### Exercise details
The listing below contains a span that opens with the line containing "export interface Mounted" and closes with the line containing "without scale. */". Return that span exactly.

### Available data
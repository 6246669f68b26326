/** Puts a component, or a composable within one, on a page of its own with stores, queries and addresses, as the application has them. */
import { PiniaColada } from '@pinia/colada';
import { createPinia, setActivePinia } from 'pinia';
import { createApp, defineComponent, h, nextTick } from 'vue';
import type { Component } from 'vue';
import { createMemoryHistory, createRouter, RouterView } from 'vue-router';
import type { Router } from 'vue-router';

export interface Mounted { root: HTMLElement; router: Router; unmount(): void }

export async function mountAt(component: Component, address = '/', props: Record<string, unknown> = {}): Promise<Mounted> {
  const pinia = createPinia();
  setActivePinia(pinia);
  const shown = defineComponent({ render: () => h(component, props) });
  const elsewhere = defineComponent({ render: () => h('p', 'elsewhere') });
  const router = createRouter({ history: createMemoryHistory(), routes: [{ path: '/elsewhere', component: elsewhere }, { path: '/:anything(.*)*', component: shown }] });
  await router.push(address);
  const root = document.body.appendChild(document.createElement('div'));
  const app = createApp({ render: () => h(RouterView) });
  app.use(pinia).use(PiniaColada).use(router).mount(root);
  await nextTick();
  return {
    root,
    router,
    unmount: () => {
      app.unmount();
      root.remove();
    },
  };
}

/** Runs a composable inside a mounted component and hands out what it returned. */
export async function inComponent<T>(composable: () => T, address = '/'): Promise<Mounted & { result: T }> {
  let result!: T;
  const mounted = await mountAt(defineComponent({ setup() { result = composable(); return () => h('p', 'here'); } }), address);
  return { ...mounted, result };
}

export const settle = async (): Promise<void> => {
  for (let i = 0; i < 5; i += 1) await new Promise((resolve) => setTimeout(resolve, 0));
  await nextTick();
};

export function type(input: HTMLInputElement, text: string): void {
  input.value = text;
  input.dispatchEvent(new Event('input', { bubbles: true }));
}
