import { describe, expect, it } from 'vitest';
import type { Reading, ReadPart } from '../../server/engine/reading/types.ts';
import { regroup } from '../../server/engine/reading/grouping.ts';
import { changeScale, cutAlong, joinSentiments, removeCorrection, sameWishes, setAside, takeBack, wishedReading } from '../../src/stores/reading-wishes.ts';
import type { Wishes } from '../../src/stores/reading-wishes.ts';

/** Three squares of 40 px in a row, 100 px apart, as a reading without scale. */
function threeSquares(): Reading {
  const part = (id: number): ReadPart => {
    const x = 20 + id * 140, y = 30;
    return { id, boxPx: { x, y, w: 40, h: 40 }, areaPx2: 1600, areaMm2: null, outlinePx: { rings: [[{ x, y }, { x: x + 40, y }, { x: x + 40, y: y + 40 }, { x, y: y + 40 }]] }, thinnestStrokeMm: null };
  };
  const bare: Reading = { widthPx: 400, heightPx: 100, pxToMm: null, mmPerPx: null, scaleSource: null, groupingGapMm: null, groupingGapPx: 50, parts: [part(0), part(1), part(2)], links: [], sentiments: [], warnings: [] };
  return regroup(bare, 50, { joins: [], splits: [], setAside: [] });
}
const start: Wishes = { scale: { kind: 'file' }, groupingGap: 50, corrections: { joins: [], splits: [], setAside: [] } };
const base = threeSquares();
const groups = (wishes: Wishes) => wishedReading(base, wishes).reading.sentiments.map(({ partIds }) => [...partIds].sort());

describe('what a person wishes of a reading', () => {
  it('joins, and takes the join away again', () => {
    const joined = joinSentiments(start, base.sentiments.slice(0, 2), base.parts);
    expect(groups(joined)).toEqual([[0, 1], [2]]);
    expect(groups(removeCorrection(joined, 'joins', 0))).toEqual([[0], [1], [2]]);
    expect(start.corrections.joins).toEqual([]);
  });
  it('cuts through the middle of ink', () => {
    const cut = cutAlong(start, { x: 40, y: 0 }, { x: 40, y: 100 });
    expect(wishedReading(base, cut).reading.sentiments).toHaveLength(4);
  });
  it('sets aside and takes back the very same', () => {
    const without = setAside(start, [base.sentiments[1]], base.parts);
    const { reading, aside, asideParts } = wishedReading(base, without);
    expect(reading.sentiments.map(({ partIds }) => partIds)).toEqual([[0], [2]]);
    expect(aside.map(({ partIds }) => partIds)).toEqual([[1]]);
    expect(takeBack(without, aside[0], asideParts)).toEqual(start);
  });
  it('keeps the width of the gap in the picture when a scale is given: 50 px at 254 dpi are 5 mm', () => {
    expect(changeScale(start, { kind: 'typed', dpi: 254 }, base).groupingGap).toBeCloseTo(5, 9);
  });
  it('is the same whatever the order of its keys', () => {
    const cut = cutAlong(start, { x: 1, y: 2 }, { x: 3, y: 4 });
    const other: Wishes = { corrections: { setAside: [], splits: [{ to: { y: 4, x: 3 }, from: { y: 2, x: 1 } }], joins: [] }, groupingGap: 50, scale: { kind: 'file' } };
    expect(sameWishes(cut, other)).toBe(true);
    expect(sameWishes(cut, start)).toBe(false);
  });
});
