"""Ensembles: a plan at many sets of parameters, streamed to a file that can be gone on with."""

from __future__ import annotations

import hashlib
import json
import sys
import time
from collections.abc import Iterable, Iterator, Mapping
from contextlib import contextmanager
from pathlib import Path
from typing import TYPE_CHECKING, Any

import numpy as np
from numpy.typing import ArrayLike, NDArray

from steelyard.yields.errors import InputError, nearest

from ..plan import Plan
from ..population import Population
from . import store
from .work import run

if TYPE_CHECKING:
    from collections.abc import Callable

    from rich.progress import Progress

Array = NDArray[np.float64]
Thetas = ArrayLike | Mapping[str, ArrayLike] | Iterable[ArrayLike]

#: byte of results in a chunk where none is asked for
CHUNK_BYTES = 2**23

#: seconds after which progress is shown
PATIENCE = 2.0


def ensemble(
    plan: Plan | Population,
    thetas: Thetas,
    path: str | Path,
    executor: Any = None,
    chunk: int | None = None,
    members: int | None = None,
    progress: bool = True,
) -> store.Ensemble:
    """Weigh a plan at many sets of parameters, on many workers, into a file.

    Parameters
    ----------
    plan : Plan or Population
        Of a population, which parameters are free follows from `thetas`, which are then a mapping.
    thetas : array_like, mapping or iterable
        Shape (n, p) in the order of the plan's free parameters; or the values of each by name,
        shape (n,); or an iterable of arrays of shape (any, p), with `members` in all, for more
        than memory holds.
    path : str or Path
        HDF5. If the file is there already, what is finished in it is kept.
    executor : concurrent.futures.Executor or dask.distributed.Client, optional
        Default: this process, all its cores.
    chunk : int, optional
        Members that are worked out at a time; default: about 8 MiB of results.
    members : int, optional
        How many an iterable has in all.
    progress : bool
        Tell on standard error, if it is a terminal and the work takes above two seconds.

    Returns
    -------
    Ensemble

    Raises
    ------
    InputError
        Parameters that don't fit the plan or make no population (telling which member), or a
        file there that is another ensemble's.

    Notes
    -----
    Every member's digits are those of ``plan(theta)``, so they don't depend on executor, chunk or
    interruptions. A chunk whose worker is lost is sent out again, three times at most. Workers
    need steelyard; the plan is sent to each of them once.

    Examples
    --------
    >>> import tempfile
    >>> from steelyard.integrate import Population, StellarSource
    >>> stars = Population(0.02, [StellarSource("core-collapse", ["kobayashi-2006"])], species=["O", "Fe"])
    >>> slopes = np.random.default_rng(1).normal(2.3, 0.1, 1000)
    >>> with tempfile.TemporaryDirectory() as folder:
    ...     many = ensemble(stars, {"imf.slopes[-1]": slopes}, f"{folder}/slopes.h5")
    ...     summary = many.summary()
    >>> many.shape, summary.mean.shape, summary.covariance.shape
    ((7, 2), (7, 2), (7, 2, 2))
    """
    path = Path(path)
    plan, thetas = _named(plan, thetas)
    given, members = _given(plan, thetas, members)
    if chunk is not None and (chunk != int(chunk) or chunk < 1):
        raise InputError(f"chunk is {chunk}", mend="give 1 or more members")
    key = _digest(plan)
    if path.exists():
        target = store.opened_for(path, plan, members, chunk, key)
    else:
        many = max(1, CHUNK_BYTES // (8 * int(np.prod(plan.shape)))) if chunk is None else int(chunk)
        store.create(path, plan, members, min(many, members), key)
        target = store.open_ensemble(path)
    finished = target.finished.copy()

    def wanted() -> Iterator[tuple[int, Array]]:
        for number, theta in enumerate(_chunks(given, target.chunk, members, len(plan.free))):
            if finished[number] and not np.array_equal(target.theta[target.rows(number)], theta):
                raise InputError(
                    f"chunk {number} was made with other parameters",
                    where=str(path),
                    mend="name another file, or remove this one",
                )
            if not target.intact(number):
                yield number, theta
            else:
                told()

    if isinstance(given, np.ndarray):
        # before anything is worked out
        for number in np.flatnonzero(finished):
            rows = target.rows(int(number))
            if not np.array_equal(target.theta[rows], given[rows]):
                raise InputError(
                    f"the file was made with other parameters, as of member {rows.start}",
                    where=str(path),
                    mend="name another file, or remove this one",
                )

    def done(number: int, theta: Array, outcome: tuple[str, Any]) -> None:
        if outcome[0] == "refused":
            row, what, mend = outcome[1]
            raise InputError(what, where=f"member {number * target.chunk + row}", mend=mend)
        target.write(number, theta, outcome[1])
        told()

    with _progress(target.chunks, progress) as told:
        run(executor, plan, key, wanted(), done)
    return target


def _named(plan: Plan | Population, thetas: Thetas) -> tuple[Plan, Any]:
    """A plan, and thetas in its order if they came by name."""
    if isinstance(plan, Population):
        if not isinstance(thetas, Mapping):
            raise InputError(
                "a population needs thetas by name", mend='such as {"imf.slopes[-1]": [2.2, 2.3, 2.4]}'
            )
        plan = Plan(plan, free=list(thetas))
    if not isinstance(thetas, Mapping):
        return plan, thetas
    for name in thetas:
        if name not in plan.free:
            raise InputError(f"{name!r} isn't free", mend=nearest(name, plan.free))
    lacking = [name for name in plan.free if name not in thetas]
    if lacking:
        raise InputError(f"thetas lacks {lacking[0]}", mend=f"give {', '.join(plan.free)}")
    columns = [np.atleast_1d(np.asarray(thetas[name], dtype=float)) for name in plan.free]
    if len({c.shape for c in columns}) != 1 or columns[0].ndim != 1:
        raise InputError("thetas by name must be lists of one length")
    return plan, np.stack(columns, axis=1)


def _given(plan: Plan, thetas: Any, members: int | None) -> tuple[Array | Iterable[Any], int]:
    if hasattr(thetas, "__array__") or isinstance(thetas, (list, tuple)):
        array = np.ascontiguousarray(thetas, dtype=float)
        if array.ndim != 2 or array.shape[1] != len(plan.free) or not len(array):
            raise InputError(
                f"thetas have shape {array.shape}",
                mend=f"give a row a member, with {', '.join(plan.free) or 'nothing'} in each",
            )
        if members not in (None, len(array)):
            raise InputError(f"thetas have {len(array)} members, not {members}")
        return array, len(array)
    if members is None or members < 1:
        raise InputError("an iterable of thetas needs members, their number in all")
    return thetas, int(members)


def _chunks(given: Array | Iterable[Any], size: int, members: int, width: int) -> Iterator[Array]:
    """Parameters in chunks of one size, but for the last, from arrays of any."""
    if isinstance(given, np.ndarray):
        yield from (given[a : a + size] for a in range(0, members, size))
        return
    held: list[Array] = []
    count = seen = 0
    for part in given:
        array = np.asarray(part, dtype=float)
        if array.ndim != 2 or array.shape[1] != width:
            raise InputError(f"thetas have a part of shape {array.shape}", mend=f"give (any, {width})")
        held.append(array)
        count, seen = count + len(array), seen + len(array)
        if seen > members:
            raise InputError(f"thetas have more than {members} members", mend="correct members")
        while count >= size:
            whole = np.concatenate(held)
            yield np.ascontiguousarray(whole[:size])
            held, count = [whole[size:]], count - size
    if seen < members:
        raise InputError(f"thetas have {seen} members, not {members}", mend="correct members")
    if count:
        yield np.ascontiguousarray(np.concatenate(held))


def _digest(plan: Plan) -> str:
    """SHA-256 of all that a plan's results follow from, but for functions, of which only names are known."""
    from importlib.metadata import version

    from ..popfile.text import population_to_toml

    told = {
        "population": population_to_toml(plan.population),
        "free": plan.free,
        "ages": plan.ages.tolist(),
        "species": plan.species,
        "sources": plan.sources,
        "convention": plan.convention,
        "by_source": plan.by_source,
        "version": version("steelyard"),
    }
    digest = hashlib.sha256(json.dumps(told, sort_keys=True).encode())
    for grid in plan.population.prepared.sets:
        digest.update(grid.id.encode())
        for one in grid.slices:
            for array in (one.mass, one.ejected, one.wind, one.total, one.net, one.initial):
                digest.update(np.ascontiguousarray(array).tobytes())
    return digest.hexdigest()


@contextmanager
def _progress(chunks: int, wanted: bool) -> Iterator[Callable[[], None]]:
    """Count chunks on standard error, once that has lasted two seconds."""
    if not wanted or not sys.stderr.isatty():
        yield lambda: None
        return
    began, count = time.monotonic(), 0
    shown: Progress | None = None

    def told() -> None:
        nonlocal count, shown
        count += 1
        if shown is None and time.monotonic() - began > PATIENCE:
            from rich.console import Console
            from rich.progress import Progress

            shown = Progress(console=Console(stderr=True), transient=True)
            shown.start()
            shown.add_task("ensemble", total=chunks)
        if shown is not None:
            shown.update(shown.task_ids[0], completed=count)

    try:
        yield told
    finally:
        if shown is not None:
            shown.stop()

### Finished exercise
export interface Mounted { root: HTMLElement; router: Router; unmount(): void }

export async function mountAt(component: Component, address = '/', props: Record<string, unknown> = {}): Promise<Mounted> {
  const pinia = createPinia();
  setActivePinia(pinia);
  const shown = defineComponent({ render: () => h(component, props) });
  const elsewhere = defineComponent({ render: () => h('p', 'elsewhere') });
  const router = createRouter({ history: createMemoryHistory(), routes: [{ path: '/elsewhere', component: elsewhere }, { path: '/:anything(.*)*', component: shown }] });
  await router.push(address);
  const root = document.body.appendChild(document.createElement('div'));
  const app = createApp({ render: () => h(RouterView) });
  app.use(pinia).use(PiniaColada).use(router).mount(root);
  await nextTick();
  return {
    root,
    router,
    unmount: () => {
      app.unmount();
      root.remove();
    },
  };
}

/** Runs a composable inside a mounted component and hands out what it returned. */
export async function inComponent<T>(composable: () => T, address = '/'): Promise<Mounted & { result: T }> {
  let result!: T;
  const mounted = await mountAt(defineComponent({ setup() { result = composable(); return () => h('p', 'here'); } }), address);
  return { ...mounted, result };
}

export const settle = async (): Promise<void> => {
  for (let i = 0; i < 5; i += 1) await new Promise((resolve) => setTimeout(resolve, 0));
  await nextTick();
};

export function type(input: HTMLInputElement, text: string): void {
  input.value = text;
  input.dispatchEvent(new Event('input', { bubbles: true }));
}
import { describe, expect, it } from 'vitest';
import type { Reading, ReadPart } from '../../server/engine/reading/types.ts';
import { regroup } from '../../server/engine/reading/grouping.ts';
import { changeScale, cutAlong, joinSentiments, removeCorrection, sameWishes, setAside, takeBack, wishedReading } from '../../src/stores/reading-wishes.ts';
import type { Wishes } from '../../src/stores/reading-wishes.ts';

/** Three squares of 40 px in a row, 100 px apart, as a reading without scale. */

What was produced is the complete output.